Jordan Peterson announces alternative to Klaus Schwab’s ‘apocalyptic’ WEF

by WorldTribune Staff, February 13, 2023

Jordan Peterson announced he is forming a consortium to challenge Klaus Schwab’s “apocalyptic” World Economic Forum (WEF) and its globalist aim of a “Great Reset.”

In an appearance on Joe Rogan’s podcast, Peterson said that a core idea of the consortium — which does not yet have an official name — will be to provide an “alternative vision of the future … an alternative to that kind of apocalyptic narrative that’s being put forward, at least implicitly, by organizations like the WEF.”

Jordan Peterson: ‘You don’t get to save the planet by making energy prices so expensive that no one poor can afford them.’

Peterson said the consortium wants instead to “put forward a vision that’s enticing and inviting. Imagine you can have the world you want” with “none of this Malthusian Limits to Growth nonsense.”

The Malthusian Limits to Growth is a concept based on the notion that population growth will eventually outstrip the food supply, leading to widespread famine, disease, and death.

“We get our act together,” Peterson said, “and everyone can have enough — and maybe more than enough. There is no limit to the abundance the natural world can produce.”

The consortium will discuss core ideas which include enhancing energy production and distribution, protecting individual freedoms against tyranny, and pushing back against falling birth rates with pro-family policies, Peterson told Rogan.

“You don’t get to save the planet by making energy prices so expensive that no one poor can afford them. That’s off the table,” Peterson said, adding that the development of alternative sources of energy would be welcome but “you don’t get to impose your utopian vision in the service of your narcissism on the poor. We’re going to try to make the poor rich — try to alleviate poverty.”

Analysts have criticized leftist agendas like the Green New Deal for pushing technologically immature solutions by government dictates and subsidies, making energy less reliable and more expensive, with a disproportionate impact on the poor.

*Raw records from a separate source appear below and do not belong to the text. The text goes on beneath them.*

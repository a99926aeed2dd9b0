package minimize

import (
	"context"
	"math"

	"github.com/tenter-go/tenter/field"
)

// conjugate takes Newton steps whose linear systems are solved by conjugate
// gradients, for as long as they halve the gradient, and judges the outcome.
// [Hestenes & Stiefel 1952, J. Res. NBS 49, 409]
func (m *minimum) conjugate(ctx context.Context) (*Found, error) {
	c := &conjugate{m: m, in: m.h.Clone(), out: m.h.Clone()}
	const most = 20
	curved := true
	for range most {
		if ctx.Err() != nil || m.rep.After.Max == 0 {
			break
		}
		var delta []float64
		if delta, curved = c.solve(ctx); !curved {
			break
		}
		value, after := m.evaluate(delta)
		before := m.rep.After.Max
		if !(after < before) {
			break
		}
		m.rep.Corrections++
		m.accept(value)
		m.measure()
		if after > 0.5*before {
			break
		}
	}
	switch {
	case m.rep.After.Max <= m.rep.Tolerance && curved:
		return m.finish(Converged, "gradient within the tolerance; the second variation was not factorised", nil)
	case ctx.Err() != nil:
		return m.finish(Stopped, context.Cause(ctx).Error(), context.Cause(ctx))
	case !curved:
		return m.finish(Singular, "second variation has a direction of no positive curvature", nil)
	}
	return m.finish(Stalled, "no step lowers the gradient", nil)
}

// conjugate solves linear systems with the second variation of a minimum.
type conjugate struct {
	m       *minimum
	in, out *field.History
}

// solve returns an approximate solution of S″δ = −g, to a thousandth of g. It
// returns false if it meets a direction of no positive curvature.
func (c *conjugate) solve(ctx context.Context) (delta []float64, ok bool) {
	m := c.m
	n := m.free.N
	delta = make([]float64, n)
	rest, along, image := make([]float64, n), make([]float64, n), make([]float64, n)
	var square float64
	for u, g := range m.grad {
		rest[u], along[u] = -g, -g
		square += g * g
	}
	target := 1e-6 * square
	for range 20 * (int(math.Sqrt(float64(n))) + 10) {
		if square <= target || ctx.Err() != nil {
			break
		}
		m.free.Expand(c.in, along)
		m.second.MulVec(c.out.Data, c.in.Data)
		m.free.Reduce(image, c.out)
		var curvature float64
		for u, a := range along {
			curvature += a * image[u]
		}
		if !(curvature > 0) {
			return delta, false
		}
		step := square / curvature
		var next float64
		for u, a := range along {
			delta[u] += step * a
			rest[u] -= step * image[u]
			next += rest[u] * rest[u]
		}
		for u, r := range rest {
			along[u] = r + next/square*along[u]
		}
		square = next
	}
	return delta, true
}
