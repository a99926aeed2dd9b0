package minimize

import (
	"fmt"
	"math"
	"runtime"

	"github.com/tenter-go/tenter/internal/nested"
	"gonum.org/v1/gonum/mat"
)

// edged solves systems with the matrix
//
//	K = [ A   B ]
//	    [ Cᵀ  D ]
//
// of a sparse symmetric A of order n, which may be indefinite and singular, and
// m dense rows and columns. What is factorised is the symmetric
//
//	M = [ A   C  ]
//	    [ Cᵀ  D₀ ]
//
// with the rows of C scaled to the size of A, so that a null vector of A that C
// is not orthogonal to does no harm: A itself is never divided by. K differs from
// M in its last m columns, which the formula of Woodbury accounts for. Since M is
// congruent to A ⊕ Σ, Σ = D₀ − CᵀA⁻¹C, and Σ⁻¹ is the last block of M⁻¹, the inertia of
// A follows from that of M and that of a matrix of order m. [Hager 1989, SIAM Rev.
// 31, 221; Govaerts 2000, Numerical Methods for Bifurcations of Dynamical
// Equilibria, chapter 3]
type edged struct {
	n, m     int
	symbolic *nested.Symbolic
	factor   *nested.Factor
	values   []float64 // of M, those of A first

	row, column []float64   // scales of the rows Cᵀ and the columns B
	inverse     [][]float64 // last m columns of M⁻¹
	change      [][]float64 // M⁻¹(K − M), its last m columns
	small       *mat.LU     // 1 + the last m rows of change
	corner      *mat.SymDense
	buffer      []float64
}

// newEdged analyses A with m borders. The pattern of A is not changed.
func newEdged(a *nested.Pattern, m int) (*edged, error) {
	p := *a
	p.N += m
	p.Row = append(p.Row[:a.N:a.N], make([]int32, m)...)
	p.Col = append(p.Col[:a.N:a.N], make([]int32, m)...)
	p.Ptr = p.Ptr[: a.N+1 : a.N+1]
	p.Adj = p.Adj[:len(a.Adj):len(a.Adj)]
	for j := range m {
		for u := range a.N + j + 1 {
			p.Adj = append(p.Adj, int32(u))
		}
		p.Ptr = append(p.Ptr, len(p.Adj))
		p.Last = append(p.Last, int32(a.N+j))
	}
	symbolic, err := nested.Analyse(p)
	if err != nil {
		return nil, fmt.Errorf("minimize: %w", err)
	}
	b := &edged{n: a.N, m: m, symbolic: symbolic, values: make([]float64, len(p.Adj))}
	b.row, b.column = make([]float64, m), make([]float64, m)
	b.buffer = make([]float64, p.N)
	for range m {
		b.inverse = append(b.inverse, make([]float64, p.N))
		b.change = append(b.change, make([]float64, p.N))
	}
	return b, nil
}

// A singularMatrix is the error of a bordered matrix that is singular to working
// accuracy.
type singularMatrix struct {
	nullity int
	sigma   float64 // estimate of the smallest singular value of M
	unknown int     // where its null vector is largest; n or above: a border
}

func (e *singularMatrix) Error() string {
	return fmt.Sprintf("matrix is singular: %d pivots vanish, the smallest singular value is %.3g", e.nullity, e.sigma)
}

// Factor prepares solves with K. a holds the values of A; columns B, rows Cᵀ and
// corner D, D[i][j] in row i, are not changed. The error is a *singularMatrix or
// that of values that are not finite.
func (b *edged) Factor(a []float64, columns, rows, corner [][]float64) error {
	var size float64
	for _, v := range a {
		size = max(size, math.Abs(v))
	}
	if size == 0 {
		size = 1
	}
	copy(b.values, a)
	for j := range b.m {
		b.row[j], b.column[j] = scaleTo(size, rows[j]), scaleTo(size, columns[j])
	}
	if err := b.symmetric(len(a), rows, 0); err != nil {
		return err
	}
	if b.m == 0 {
		if null := b.factor.Nullity(); null > 0 {
			return b.singular(null)
		}
		return nil
	}
	// Σ may vanish by accident, which has nothing to do with K.
	const most = 1e6
	accident := b.factor.Nullity() > 0
	for i := range b.m {
		for j := range b.m {
			accident = accident || math.Abs(b.corner.At(i, j))*size > most
		}
	}
	shift := 0.0
	if accident {
		shift = size
		if err := b.symmetric(len(a), rows, shift); err != nil {
			return err
		}
	}
	if null := b.factor.Nullity(); null > 0 {
		return b.singular(null)
	}
	small := mat.NewDense(b.m, b.m, nil)
	for j, z := range b.change {
		for u, v := range columns[j] {
			z[u] = v*b.column[j] - rows[j][u]*b.row[j]
		}
		for i := range b.m {
			z[b.n+i] = corner[i][j] * b.row[i] * b.column[j]
		}
		z[b.n+j] -= shift
		b.factor.Solve(z, z)
		for i := range b.m {
			small.Set(i, j, z[b.n+i])
		}
		small.Set(j, j, 1+small.At(j, j))
	}
	b.small = new(mat.LU)
	b.small.Factorize(small)
	if c := b.small.Cond(); !(c < 1e14) {
		return b.singular(1)
	}
	return nil
}

// scaleTo returns the factor that gives the vector v the length size.
func scaleTo(size float64, v []float64) float64 {
	if s := length(v); s > 0 {
		return size / s
	}
	return 1
}

// length returns the Euclidean length of v.
func length(v []float64) float64 {
	var sum float64
	for _, x := range v {
		sum += x * x
	}
	return math.Sqrt(sum)
}

// symmetric factorises M with D₀ = shift, A having so many values, and finds the
// last columns of its inverse.
func (b *edged) symmetric(inner int, rows [][]float64, shift float64) (err error) {
	at := b.values[inner:]
	for j, c := range rows {
		for u, v := range c {
			at[u] = v * b.row[j]
		}
		clear(at[b.n : b.n+j])
		at[b.n+j] = shift
		at = at[b.n+j+1:]
	}
	if b.factor == nil {
		b.factor, err = b.symbolic.LDLT(b.values, runtime.GOMAXPROCS(0))
	} else {
		err = b.factor.Refactor(b.values)
	}
	if err != nil || b.m == 0 {
		return err
	}
	for j, x := range b.inverse {
		clear(x)
		x[b.n+j] = 1
		b.factor.Solve(x, x)
	}
	b.corner = mat.NewSymDense(b.m, nil)
	for i := range b.m {
		for j := range i + 1 {
			b.corner.SetSym(i, j, 0.5*(b.inverse[j][b.n+i]+b.inverse[i][b.n+j]))
		}
	}
	return nil
}

// symmetricOnly factorises A without borders; a singular A is no error.
func (b *edged) symmetricOnly(a []float64) error {
	copy(b.values, a)
	return b.symmetric(len(a), nil, 0)
}

func (b *edged) singular(null int) error {
	sigma, _, at := b.factor.Smallest(12)
	return &singularMatrix{nullity: null, sigma: sigma, unknown: at}
}

// Solve writes the solution (x, y) for the right-hand side (f, g) to x and y,
// which may be f and g.
func (b *edged) Solve(x, y, f, g []float64) {
	z := b.buffer
	copy(z, f)
	for i, v := range g {
		z[b.n+i] = v * b.row[i]
	}
	b.factor.Solve(z, z)
	if b.m > 0 {
		w := mat.NewVecDense(b.m, append([]float64(nil), z[b.n:]...))
		// The condition has been looked at.
		_ = b.small.SolveVecTo(w, false, w)
		for j, c := range b.change {
			v := w.AtVec(j)
			for u := range z {
				z[u] -= v * c[u]
			}
		}
	}
	copy(x, z[:b.n])
	for j := range y {
		y[j] = z[b.n+j] * b.column[j]
	}
}

// Negative returns the number of negative eigenvalues of A, and false if it is
// not known because A is singular to working accuracy.
func (b *edged) Negative() (n int, known bool) {
	_, n, _, known = b.factor.Inertia()
	if b.m == 0 || !known {
		return n, known
	}
	var eigen mat.EigenSym
	if !eigen.Factorize(b.corner, false) {
		return 0, false
	}
	var most float64
	for _, v := range b.inverse {
		most = max(most, length(v))
	}
	for _, v := range eigen.Values(nil) {
		if math.Abs(v) < 1e-14*most {
			return 0, false
		}
		if v < 0 {
			n--
		}
	}
	return n, true
}

// Sign returns the sign of det K.
func (b *edged) Sign() int {
	_, sign := b.factor.LogDet()
	if b.m > 0 && b.small.Det() < 0 {
		sign = -sign
	}
	return sign
}
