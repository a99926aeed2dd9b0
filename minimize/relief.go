package minimize

import (
	"cmp"
	"math"
	"slices"

	"github.com/tenter-go/tenter/lattice"
)

// A group is the values that one pinned condition holds.
type group struct {
	kind   string
	values []groupValue
	fixed  bool      // cannot be given up in another solve
	move   []float64 // of the values when the condition is given up
}

// A groupValue is one value of a group, with those that rates join to it.
type groupValue struct {
	at        lattice.Event
	component int
	push      float64 // ∂cost/∂φ, of all of them together
	joined    []int   // places in the history, its own among them
}

// load returns the move of the values by y.
func (g *group) load(y []float64) load {
	var l load
	for i, v := range g.values {
		for _, m := range v.joined {
			l.moved = append(l.moved, entry{m, y[i]})
		}
	}
	return l
}

// holds reports whether the group has a pin; see constraint.Set.Without.
func (g *group) holds(at lattice.Event, component int, kind string) bool {
	if kind != g.kind {
		return false
	}
	for _, v := range g.values {
		if v.at == at && v.component == component {
			return true
		}
	}
	return false
}

// groups returns the pinned conditions that push, in the order of their largest
// reactions. apart makes a group of every event.
func (q *Response) groups(apart bool) []*group {
	push := make([]float64, len(q.p.h.Data))
	for _, r := range q.found.Reactions {
		if _, held := conditionOf(r.Kind); held || r.Kind == "rate" {
			if e, err := q.index(r.Event, r.Component); err == nil {
				push[e] = r.Push
			}
		}
	}
	type key struct {
		kind string
		at   lattice.Event
	}
	lifted := make(map[lattice.Event]bool)
	for _, at := range q.p.set.Lifted {
		if n, i, err := q.p.f.Block().Index(at); err == nil {
			lifted[q.p.f.Block().At(n, i)] = true
		}
	}
	of := make(map[key]*group)
	var all []*group
	for _, r := range q.found.Reactions {
		extent, held := conditionOf(r.Kind)
		e, err := q.index(r.Event, r.Component)
		if !held || err != nil {
			continue
		}
		at := r.Event
		switch {
		case apart || extent == alongNothing:
		case extent == alongSpace:
			at.X = 0
		case extent == alongTime:
			at.T = 0
		}
		g := of[key{r.Kind, at}]
		if g == nil {
			g = &group{kind: r.Kind, fixed: r.Kind == "end of the axis"}
			of[key{r.Kind, at}] = g
			all = append(all, g)
		}
		g.fixed = g.fixed || lifted[r.Event]
		v := groupValue{at: r.Event, component: r.Component}
		for _, m := range q.joined(e, 1) {
			v.joined = append(v.joined, m.index)
			v.push += push[m.index]
		}
		g.values = append(g.values, v)
	}
	var largest float64
	for _, g := range all {
		for _, v := range g.values {
			largest = max(largest, math.Abs(v.push))
		}
	}
	const negligible = 1e-6 // of the largest push; such a condition would have to move a million times as far
	all = slices.DeleteFunc(all, func(g *group) bool {
		return !slices.ContainsFunc(g.values, func(v groupValue) bool { return math.Abs(v.push) > negligible*largest })
	})
	for _, g := range all {
		slices.SortFunc(g.values, func(a, b groupValue) int {
			return cmp.Or(cmp.Compare(a.at.T, b.at.T), cmp.Compare(a.component, b.component), cmp.Compare(a.at.X, b.at.X))
		})
	}
	return all
}

// extent says over what the values of one condition stretch.
type extent uint8

const (
	alongNothing extent = iota
	alongSpace
	alongTime
)

// conditionOf returns how far a condition of a kind stretches; held is false for
// reactions of what is not a pin.
func conditionOf(kind string) (along extent, held bool) {
	switch kind {
	case "slice", "part":
		return alongSpace, true
	case "left end", "right end", "end of the axis":
		return alongTime, true
	case "event":
		return alongNothing, true
	}
	return alongNothing, false
}

// rank sorts the reliefs and counts the tie.
func (v *Verdict) rank(alike float64) {
	all := v.Reliefs
	slices.SortStableFunc(all, func(a, b Relief) int { return cmp.Compare(b.saved(), a.saved()) })
	run := 0 // reliefs that save as the first does
	for run < len(all) && all[0].saved()-all[run].saved() <= alike*v.Cost {
		run++
	}
	slices.SortStableFunc(all[:run], func(a, b Relief) int {
		return cmp.Or(cmp.Compare(a.Values, b.Values), cmp.Compare(math.Abs(a.Move), math.Abs(b.Move)))
	})
	for v.Tied = 0; v.Tied < run && all[v.Tied].Values == all[0].Values; {
		v.Tied++
	}
}

// saved is the saving by the best that is known.
func (r Relief) saved() float64 {
	if r.Settled {
		return r.Confirmed
	}
	return r.Saving
}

Peterson said a key discussion point of the new consortium will be how to obtain “energy and resources at the lowest possible cost, as rapidly as possible, to the largest number of people around the world.”

The consortium will also look at ways to manage governance in order to “stop the march of something like pathological gigantism,” which Peterson described as growing power by a combination of corporate, governmental, and media in what he described as a kind of “corrupt collusion.”

He also said that discussions would involve exploring a “pro-human” view of stewardship: “How do we prioritize our attempts to establish our states and our international relationships properly, so that we prioritize human well-being in a way that’s in harmony with nature to the extent possible, while avoiding the trappings of the Malthusian idea that there are too many ‘mouths on the planet to feed and that you’re evil if you just think about having children.’ ”

Further, Peterson said the consortium will explore policies that would counteract falling birth rates by encouraging stable, two-parent families that are “child-centered.”

“In the West, because we’re very immature, we think that the purpose of a marriage is the happiness of the people who are involved in the marriage, the husband and the wife. And that’s just not the purpose of marriage at all,” Peterson said. “The purpose is long-term facilitation of their psychological and spiritual development and the establishment of an environment that’s beneficial to children.”

Peterson said around 2,000 business, cultural, and political figures will be invited to take part in the consortium with an initial goal of being held in October/November 2023 in London.

Peterson added that he wants the discussions to be open to the public and membership in the organization to be as broad as possible.

That would put participation at a similar scale to the WEF’s recent meeting in Davos, Switzerland, which amassed around 2,700 international leaders including heads of state, Wall Street executives, central bankers, and celebrities.